Segment Start: PROVIDED DATA
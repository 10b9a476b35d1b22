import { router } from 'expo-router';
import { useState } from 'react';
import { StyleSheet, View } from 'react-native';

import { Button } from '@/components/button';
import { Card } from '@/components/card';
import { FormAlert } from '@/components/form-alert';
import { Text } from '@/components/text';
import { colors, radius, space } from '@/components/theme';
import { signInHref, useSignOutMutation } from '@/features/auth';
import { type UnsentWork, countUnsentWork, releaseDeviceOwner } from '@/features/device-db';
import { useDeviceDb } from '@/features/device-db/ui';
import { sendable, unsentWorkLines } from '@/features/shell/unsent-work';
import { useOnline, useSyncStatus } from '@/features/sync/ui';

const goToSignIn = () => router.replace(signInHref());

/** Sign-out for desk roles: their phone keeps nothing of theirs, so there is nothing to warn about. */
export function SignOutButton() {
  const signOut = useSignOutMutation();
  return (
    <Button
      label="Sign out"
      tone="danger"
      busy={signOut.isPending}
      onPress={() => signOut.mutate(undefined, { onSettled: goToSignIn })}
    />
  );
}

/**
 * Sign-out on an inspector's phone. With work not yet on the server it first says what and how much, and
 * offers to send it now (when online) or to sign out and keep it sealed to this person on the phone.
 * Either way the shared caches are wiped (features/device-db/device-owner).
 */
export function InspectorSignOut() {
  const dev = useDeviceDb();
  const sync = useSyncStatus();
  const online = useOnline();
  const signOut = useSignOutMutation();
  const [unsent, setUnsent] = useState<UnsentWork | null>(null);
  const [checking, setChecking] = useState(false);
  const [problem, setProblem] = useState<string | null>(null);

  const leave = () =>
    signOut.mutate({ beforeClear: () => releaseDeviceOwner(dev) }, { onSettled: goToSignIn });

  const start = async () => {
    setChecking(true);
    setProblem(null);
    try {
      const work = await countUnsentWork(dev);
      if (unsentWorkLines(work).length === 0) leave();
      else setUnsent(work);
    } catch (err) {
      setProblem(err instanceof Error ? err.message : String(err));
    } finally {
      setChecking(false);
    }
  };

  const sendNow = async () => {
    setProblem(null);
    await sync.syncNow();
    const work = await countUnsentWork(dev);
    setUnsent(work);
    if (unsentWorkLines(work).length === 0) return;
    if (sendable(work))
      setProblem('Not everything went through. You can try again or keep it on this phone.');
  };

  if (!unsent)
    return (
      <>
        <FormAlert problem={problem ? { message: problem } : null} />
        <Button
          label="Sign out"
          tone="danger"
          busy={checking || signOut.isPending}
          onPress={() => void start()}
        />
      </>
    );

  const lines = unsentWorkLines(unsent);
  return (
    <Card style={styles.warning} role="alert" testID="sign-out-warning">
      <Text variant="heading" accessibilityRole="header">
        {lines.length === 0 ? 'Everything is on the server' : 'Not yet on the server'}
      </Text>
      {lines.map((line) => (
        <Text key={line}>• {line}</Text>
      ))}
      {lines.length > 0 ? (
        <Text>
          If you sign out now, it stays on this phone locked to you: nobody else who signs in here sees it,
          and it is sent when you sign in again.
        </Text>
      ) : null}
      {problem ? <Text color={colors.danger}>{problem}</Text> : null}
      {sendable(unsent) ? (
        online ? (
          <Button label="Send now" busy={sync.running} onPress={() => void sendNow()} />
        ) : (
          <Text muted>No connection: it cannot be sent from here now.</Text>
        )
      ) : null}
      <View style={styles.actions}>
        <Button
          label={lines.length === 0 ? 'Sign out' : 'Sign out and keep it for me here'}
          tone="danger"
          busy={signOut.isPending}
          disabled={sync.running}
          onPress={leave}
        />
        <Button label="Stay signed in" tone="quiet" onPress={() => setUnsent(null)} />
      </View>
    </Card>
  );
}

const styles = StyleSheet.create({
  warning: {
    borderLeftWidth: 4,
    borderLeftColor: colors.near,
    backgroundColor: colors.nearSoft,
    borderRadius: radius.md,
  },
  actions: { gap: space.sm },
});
Segment End: PROVIDED DATA
(TASK PROMPT): From the first line of the records above down to the line containing "colors, radius, space", repeat each line exactly as written. Include both of those lines and add nothing.

(TASK OUTPUT):
repository 10b9a476b35d1b22
import { router } from 'expo-router';
import { useState } from 'react';
import { StyleSheet, View } from 'react-native';

import { Button } from '@/components/button';
import { Card } from '@/components/card';
import { FormAlert } from '@/components/form-alert';
import { Text } from '@/components/text';
import { colors, radius, space } from '@/components/theme';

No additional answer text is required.